Tuesday, 31 March 2015

ClonalFrameML: accounting for recombination in bacterial phylogenies

Horizontal gene transfer in bacteria, mediated by transformation, transduction or conjugation, can result in gain, loss and replacement of genes. The replacement of horizontally transferred genes or gene fragments in a process known as homologous recombination has far-reaching effects on bacterial phylogenetics - the study of relatedness between bacteria. A new method published by Xavier Didelot and me last month in PLoS Computational Biology corrects for these distorting effects of homologous recombination on bacterial phylogenies.

Two forms of phylogenetic distortion are caused by recombination. The first affects the shape of the tree topology. Although this is a potentially serious difficulty, Jessica Hedge and I recently showed that phylogenies estimated from whole bacterial genomes are surprisingly robust to this problem. The second affects the lengths of the branches. When genetic material is replaced by a homologous but distantly related sequence, it gives the appearance of a cluster of substitutions in the genome, and this can exaggerate branch lengths. ClonalFrameML detects these clusters of substitutions, identifies them as recombination events, and corrects the branch lengths of the tree.
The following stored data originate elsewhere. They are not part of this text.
using CutSheet.Cli.Commands;

namespace CutSheet.Cli.Evaluation;

/// <summary>Decides exit codes from tallies, in one place so that help texts, JSON and exit codes agree.</summary>
internal static class FailurePolicy
{
    /// <summary><c>run</c>: any error, or any check that failed or was not evaluated.</summary>
    public static int ForRun(SheetTally tally) =>
        tally.Errors > 0 || tally.HasUnprovenChecks ? ExitCodes.Findings : ExitCodes.Clean;

    /// <summary><c>check</c>: as <c>run</c>; at <see cref="FailOn.Caution"/> also any warning or unaccepted caution.</summary>
    public static int ForCheck(SheetTally tally, FailOn failOn)
    {
        if (tally.Errors > 0 || tally.HasUnprovenChecks) return ExitCodes.Findings;
        if (failOn == FailOn.Caution && (tally.Warnings > 0 || tally.CautionsUnaccepted > 0)) return ExitCodes.Findings;
        return ExitCodes.Clean;
    }
}
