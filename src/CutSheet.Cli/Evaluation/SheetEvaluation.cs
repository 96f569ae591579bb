using CutSheet.Cli.Input;
using CutSheet.Cli.Output;
using CutSheet.Language.Results;

namespace CutSheet.Cli.Evaluation;

/// <summary>One sheet after evaluation: the file, the language's result, the workspace used and the placed findings.</summary>
internal sealed record SheetEvaluation(
    SheetFile File,
    SheetResult Result,
    string WorkspaceRoot,
    IReadOnlyList<Finding> Findings,
    IReadOnlyDictionary<string, string> Overrides,
    LocationResolver Locations);
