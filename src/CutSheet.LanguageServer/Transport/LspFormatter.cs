using System.Buffers;
using System.Text;
using System.Text.Json;
using CutSheet.LanguageServer.Protocol;
using StreamJsonRpc;
using StreamJsonRpc.Protocol;

namespace CutSheet.LanguageServer.Transport;

/// <summary>
/// StreamJsonRpc's System.Text.Json formatter, with one change: a body it cannot read becomes an
/// <see cref="UnreadableMessageException"/> that says how to answer it (with the request's id
/// where the body has one), so <see cref="TolerantMessageHandler"/> can answer and read on.
/// </summary>
public sealed class LspFormatter : SystemTextJsonFormatter, IJsonRpcMessageFormatter, IJsonRpcMessageTextFormatter
{
    JsonRpcMessage IJsonRpcMessageFormatter.Deserialize(ReadOnlySequence<byte> contentBuffer) => Read(contentBuffer, Encoding.UTF8);

    JsonRpcMessage IJsonRpcMessageTextFormatter.Deserialize(ReadOnlySequence<byte> contentBuffer, Encoding encoding) => Read(contentBuffer, encoding);

    private JsonRpcMessage Read(ReadOnlySequence<byte> content, Encoding encoding)
    {
        try
        {
            return Deserialize(content, encoding);
        }
        catch (Exception e) when (e is not OperationCanceledException)
        {
            throw Describe(content, e);
        }
    }

    private static UnreadableMessageException Describe(ReadOnlySequence<byte> content, Exception e)
    {
        try
        {
            using var document = JsonDocument.Parse(content);
            var root = document.RootElement;
            if (root.ValueKind == JsonValueKind.Object)
            {
                bool hasId = root.TryGetProperty("id", out var id);
                RequestId? requestId = !hasId ? null : id.ValueKind switch
                {
                    JsonValueKind.Number when id.TryGetInt64(out long n) => new RequestId(n),
                    JsonValueKind.String => new RequestId(id.GetString()),
                    _ => RequestId.Null,
                };
                bool notification = !hasId && root.TryGetProperty("method", out _);
                return new UnreadableMessageException(requestId, ErrorCodes.InvalidRequest, notification, e.Message, e);
            }
            return new UnreadableMessageException(null, ErrorCodes.InvalidRequest, false, e.Message, e);
        }
        catch (JsonException)
        {
            return new UnreadableMessageException(null, ErrorCodes.ParseError, false, e.Message, e);
        }
    }
}
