using CutSheet.Language.Display;

namespace CutSheet.Cli.Evaluation;

/// <summary>What the command line asks of every evaluation: display overrides, input overrides, the workspace.</summary>
internal sealed record EvaluationSettings(
    UnitSystem? Units,
    int? Digits,
    IReadOnlyDictionary<string, string> Overrides,
    string? ExplicitWorkspace,
    string WorkingDirectory);
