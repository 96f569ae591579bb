using System.IO.Pipelines;
using CutSheet.LanguageServer.Protocol;
using CutSheet.LanguageServer.Server;
using StreamJsonRpc;
using StreamJsonRpc.Protocol;

namespace CutSheet.LanguageServer.Transport;

/// <summary>
/// The LSP framing (<c>Content-Length</c> headers) over stdio, surviving a bad body: a message
/// whose JSON cannot be read is answered with a parse error (id null, as JSON-RPC asks) and
/// dropped, and reading goes on with the next message. A bad header cannot be survived (there
/// is no safe place to resume), so it ends the connection.
/// </summary>
public sealed class TolerantMessageHandler(Stream output, Stream input, IJsonRpcMessageFormatter formatter, ServerLog log)
    : HeaderDelimitedMessageHandler(output, input, formatter)
{
    protected override async ValueTask<JsonRpcMessage?> ReadCoreAsync(CancellationToken cancellationToken)
    {
        while (true)
        {
            try
            {
                return await base.ReadCoreAsync(cancellationToken).ConfigureAwait(false);
            }
            catch (Exception e) when (IsBadBody(e))
            {
                log.Warning(ServerMessages.DroppedMessage(e.GetBaseException().Message));
                var error = new JsonRpcError
                {
                    RequestId = RequestId.Null,
                    Error = new JsonRpcError.ErrorDetail { Code = (JsonRpcErrorCode)ErrorCodes.ParseError, Message = ServerMessages.BadMessage },
                };
                await WriteAsync(error, cancellationToken).ConfigureAwait(false);
            }
        }
    }

    /// <summary>A body that is not JSON, or not a JSON-RPC message; a broken header or stream is not one.</summary>
    private static bool IsBadBody(Exception e) =>
        e is System.Text.Json.JsonException or FormatException or InvalidCastException or NotSupportedException
            or KeyNotFoundException or InvalidOperationException or ArgumentException
        && e is not BadRpcHeaderException;
}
Correcting for recombination is important in a variety of settings. In transmission studies, recent transmission between patients can be detected by comparing the genomes of the infecting bacteria. As we show in the paper, ClonalFrameML improves detection of transmission events by accounting for the tendency of recombination to elevate the evolutionary distance between genomes. We also report the discovery of a remarkably large chromosomal replacement event spanning 310 kilobases that may have led to the evolution of the ST582 strain of Staphylococcus aureus, underlining the importance of recombination over short and long timescales.

ClonalFrameML is a much faster implementation of the popular ClonalFrame method by Xavier and Daniel Falush. It is based on the same underlying assumptions and the same explicit evolutionary model, so it provides interpretable estimates of rates of recombination, the length of DNA imported by recombination, and the relative impact of recombination versus mutation. However, it can now analyse thousands of whole bacterial genomes in a matter of hours, representing a substantial improvement over the earlier method.